The court rejected the challenge to the expert:

Rule 26 is intended “to prevent a party from `sandbagging’ an opposing party with new evidence.” Conte v. Newsday, Inc., No. 06-Civ.-4859 (JFB) (ETB), 2011 WL 2671216, at *4 (E.D.N.Y. July 7, 2011) (citation omitted). “A district court has wide discretion to impose sanctions, including severe sanctions, under Federal Rule of Civil Procedure 37” and, in reviewing a district court’s exercise of that discretion, the Second Circuit considers: “`(1) the party’s explanation for the failure to comply with the disclosure requirement; (2) the importance of the testimony of the precluded witnesses; (3) the prejudice suffered by the opposing party as a result of having to prepare to meet the new testimony; and (4) the possibility of a continuance.'” Design Strategy, Inc. v. Davis, 469 F.3d 284, 294, 296 (2d Cir. 2006)(quoting Patterson v. Balsamico, 440 F.3d 104 (2d Cir. 2006)) (internal brackets omitted). “[A]lthough a `bad-faith’ violation of the Rule 26 is not required in order to exclude evidence pursuant to Rule 37, [such a violation] can be taken into account as part of the party’s explanation for its failure to comply.” Id. at 296 (emphasis omitted). “[C]ourts in this Circuit have recognized that preclusion is a `harsh sanction,'” and it remains a “discretionary remedy even if “`the trial court finds that there is no substantial justification [for the party’s conduct] and the failure to disclose is not harmless.'” Conte, 2011 WL 2671216, at *1 (quoting Design Strategy, Inc., 469 F.3d at 297) (citations omitted). Preclusion for violation of Rule 26(a) “should be distinguished from the question of” the admissibility of expert reports under Federal Rule of Evidence 702 (“Rule 702”): “Whereas Rule 26(a) guards against the presentation of sketchy and vague expert reports that provide little guidance to the opposing party as to an expert’s testimony, Rule 702 guards against the presentation of insufficiently reliable evidence to the finder of fact.” Id. at *4.

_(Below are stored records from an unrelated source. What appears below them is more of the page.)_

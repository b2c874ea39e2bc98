/**
 * The solver Web Worker: a thin shell around `createEngineHost` (all logic is in
 * `workerProtocol.ts`, tested in Node). Started by `SolverClient` with
 * `new Worker(new URL("./solverWorker.ts", import.meta.url))`.
 */
import { createEngineHost } from "./workerProtocol.js";

const scope = self as unknown as {
  postMessage(message: unknown): void;
  onmessage: ((event: { data: unknown }) => void) | null;
};

const host = createEngineHost({
  post: (message) => scope.postMessage(message),
  now: () => performance.now(),
  // A macrotask, not a microtask: the stop message must get its turn between slices.
  defer: (callback) => setTimeout(callback, 0),
});

scope.onmessage = (event) => host.handle(event.data);
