// The ribbon's FunctionFile (commands.html) registers no function: the button only opens the
// task pane (ShowTaskpane). office.js must still start; a file of its own so that the page's
// Content-Security-Policy needs no inline script.
if (window.Office && window.Office.onReady) window.Office.onReady();
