import { DEPOT_HALF_PX, type MapPoint } from "./drawRouteLayer.js";
import { placeLabels, type Box, type LabelRequest } from "./placeLabels.js";
import type { RouteStyle } from "./vehicleColour.js";

const LABEL_FONT = "600 11px Segoe UI, sans-serif";
const LABEL_H_PX = 16;
const LABEL_PAD_PX = 4;

/**
 * The route map's depot and vehicle labels as elements in `target` (the layer over the canvas),
 * placed by `placeLabels` so they overlap neither each other, a depot nor the scale bar; labels
 * that find no place are left out and counted in `target.dataset.omitted`.
 */
export function placeMapLabels(
  target: HTMLElement,
  ctx: CanvasRenderingContext2D,
  depots: readonly (MapPoint & { name: string })[],
  routes: readonly { vehicle: string; first: MapPoint; style: RouteStyle }[],
  scaleBox: Box,
  w: number,
  h: number,
): void {
  ctx.font = LABEL_FONT;
  // A long name (a depot shared by many vehicles) is cut with an ellipsis so it still finds a place;
  // its hover text and the map in words carry it in full.
  const maxW = Math.round(Math.max(90, Math.min(220, w * 0.5)));
  const size = (text: string) => ({ w: Math.min(maxW, Math.ceil(ctx.measureText(text).width) + 2 * LABEL_PAD_PX + 2), h: LABEL_H_PX });
  const depotBoxes = depots.map((d) => ({
    x: d.x - DEPOT_HALF_PX - 1,
    y: d.y - DEPOT_HALF_PX - 1,
    w: 2 * DEPOT_HALF_PX + 2,
    h: 2 * DEPOT_HALF_PX + 2,
  }));
  // Depots first: a depot's name matters more than where a vehicle's label sits.
  const requests: (LabelRequest & { text: string; kind: "depot" | "vehicle"; colour?: string })[] = [
    ...depots.map((d) => ({ x: d.x, y: d.y, ...size(d.name), text: d.name, kind: "depot" as const })),
    ...routes.map((r) => ({
      x: r.first.x,
      y: r.first.y,
      ...size(r.vehicle),
      text: r.vehicle,
      kind: "vehicle" as const,
      colour: r.style.colour,
    })),
  ];
  const boxes = placeLabels(requests, { width: w, height: h, obstacles: [...depotBoxes, scaleBox] });
  const nodes: HTMLElement[] = [];
  requests.forEach((req, i) => {
    const box = boxes[i];
    if (!box) return;
    const span = document.createElement("span");
    span.className = `map-label ${req.kind}`;
    span.textContent = req.text;
    span.style.left = `${box.x}px`;
    span.style.top = `${box.y}px`;
    span.style.width = `${box.w}px`;
    span.style.height = `${box.h}px`;
    if (req.colour) span.style.borderLeftColor = req.colour;
    nodes.push(span);
  });
  target.replaceChildren(...nodes);
  target.dataset.omitted = String(boxes.filter((b) => !b).length);
}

Defendant has not sufficiently demonstrated that Mr. Carrajat’s supplemental expert report and his conduct violate Rule 26 nor that sanctions—especially the “harsh sanction” of preclusion—are warranted here. Defendant has not demonstrated that Plaintiff has withheld factual or theoretical underpinnings of Mr. Carrajat’s expert testimony. Rather, it is apparent from the reports and from the extensive deposition testimony that Defendant elicited even before production of Mr. Carrajat’s supplemental report that Mr. Carrajat relies on his background knowledge of the equipment in question, performed an inspection of the equipment, relies on Plaintiff’s testimony that the wheels of the pallet jack were obstructed by misleveling of the cab, and draws inferences (including inferences as to missing maintenance documentation) from the evidence that Defendant has produced concerning the maintenance of the Subject Elevator. This record does not demonstrate that Plaintiff has withheld information as to Mr. Carrajat’s opinions or the facts or data Mr. Carrajat considered in forming them. Defendant’s issues appear to concern the weight or evidentiary quality of Mr. Carrajat’s testimony. At this point in this action, the Defendant has sufficient “guidance” as to Mr. Carrajat’s testimony, and the Defendant has not demonstrated that it suffered prejudice “as a result of having to prepare to meet” whatever “new testimony” emerged at Mr. Carrajat’s deposition or otherwise. Cf. Design Strategy, Inc., 469 F.3d at 296(holding that district court properly took “severe” prejudice into account in finding that Rule 37 sanctions were warranted).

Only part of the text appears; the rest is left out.